## What you will do
Write how many lines in the records below include the string "Draw". No other text should be given.

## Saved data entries

package raster

import (
	"image/color"
	"testing"

	"enfilade/assets"
	"enfilade/canvas/paint"
)

func textList(s string, style paint.TextStyle) *paint.List {
	l := &paint.List{K: 1, Chars: []byte(s)}
	style.Chars = [2]int32{0, int32(len(s))}
	l.Texts = []paint.TextStyle{style}
	l.Ops = []paint.Op{{Kind: paint.Text, Colour: color.NRGBA{A: 255}}}
	return l
}

// inkBox returns the box of what is not white.
func inkBox(pix []uint8, w, h int) (x0, y0, x1, y1 int) {
	x0, y0 = w, h
	for i := 0; i < len(pix); i += 4 {
		if pix[i] < 200 {
			x, y := i/4%w, i/4/w
			x0, y0, x1, y1 = min(x0, x), min(y0, y), max(x1, x+1), max(y1, y+1)
		}
	}
	return
}

func white(w, h int) *Base {
	b := NewBase(&paint.List{K: 1}, w, h)
	for i := range b.Image.Pix {
		b.Image.Pix[i] = 255
	}
	return b
}

// TestText: capitals stand on the base line, are as high as the font says and as wide as was measured.
func TestText(t *testing.T) {
	var f Frame
	style := paint.TextStyle{At: paint.Pt{X: 20, Y: 60}, Size: 40, Weight: assets.Bold}
	img := f.Draw(white(300, 100), textList("HELM", style))
	x0, y0, x1, y1 := inkBox(img.Pix, 300, 100)
	width := assets.FaceOf(assets.Bold).Width([]byte("HELM"), 40, 0)
	if y1 != 60 || y0 < 60-30 || y0 > 60-28 {
		t.Errorf("capitals stand from %d to %d, want from 31 or so to the base line at 60", y0, y1)
	}
	if x0 < 21 || x0 > 26 || float64(x1) > 20+width || float64(x1) < 20+width-7 {
		t.Errorf("text lies from %d to %d, want within 20 and %.1f", x0, x1, 20+width)
	}
	style.Up, style.At = true, paint.Pt{X: 60, Y: 280}
	up := f.Draw(white(100, 300), textList("HELM", style))
	ux0, uy0, ux1, uy1 := inkBox(up.Pix, 100, 300)
	if ux1-ux0 != y1-y0 || uy1-uy0 != x1-x0 || ux1 != 60 {
		t.Errorf("upwards the text takes %d by %d and ends at %d, want %d by %d at 60", ux1-ux0, uy1-uy0, ux1, y1-y0, x1-x0)
	}
}

// TestHalo: a halo surrounds every letter by half its width and covers what is below.
func TestHalo(t *testing.T) {
	var f Frame
	b := white(120, 80)
	for i := range b.Image.Pix {
		if i%4 != 3 {
			b.Image.Pix[i] = 100
		}
	}
	style := paint.TextStyle{At: paint.Pt{X: 40, Y: 60}, Size: 40, Weight: assets.Bold, Halo: 8, HaloColour: color.NRGBA{R: 255, G: 255, B: 255, A: 255}}
	img := f.Draw(b, textList("I", style))
	row := img.Pix[45*120*4 : 46*120*4]
	var black, bright, first, last int
	for x := range 120 {
		switch v := row[x*4]; {
		case v < 50:
			black++
			if first == 0 {
				first = x
			}
			last = x
		case v > 240:
			bright++
		}
	}
	if black < 4 || bright < 6 || bright > 8 {
		t.Errorf("across an I of %d px the halo has %d px, want 4 on either side", black, bright)
	}
	if l, r := row[(first-3)*4], row[(last+3)*4]; l < 240 || r < 240 {
		t.Errorf("3 px beside the letter there is %d and %d, want halo", l, r)
	}
}

// TestQuarters: a letter's place within the pixel is kept to a quarter.
func TestQuarters(t *testing.T) {
	var f Frame
	seen := map[string]bool{}
	for _, dx := range []float32{0, 0.05, 0.25, 0.5, 0.75, 0.95} {
		l := textList("A", paint.TextStyle{At: paint.Pt{X: 5 + dx, Y: 20}, Size: 16, Weight: assets.Regular})
		f.Draw(white(30, 30), l)
		seen[string(f.img.Pix)] = true
	}
	if len(seen) != 5 { // 0.05 rounds to 0, 0.95 to the next whole pixel
		t.Errorf("six places give %d pictures, want 5", len(seen))
	}
}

## Answer to this problem
4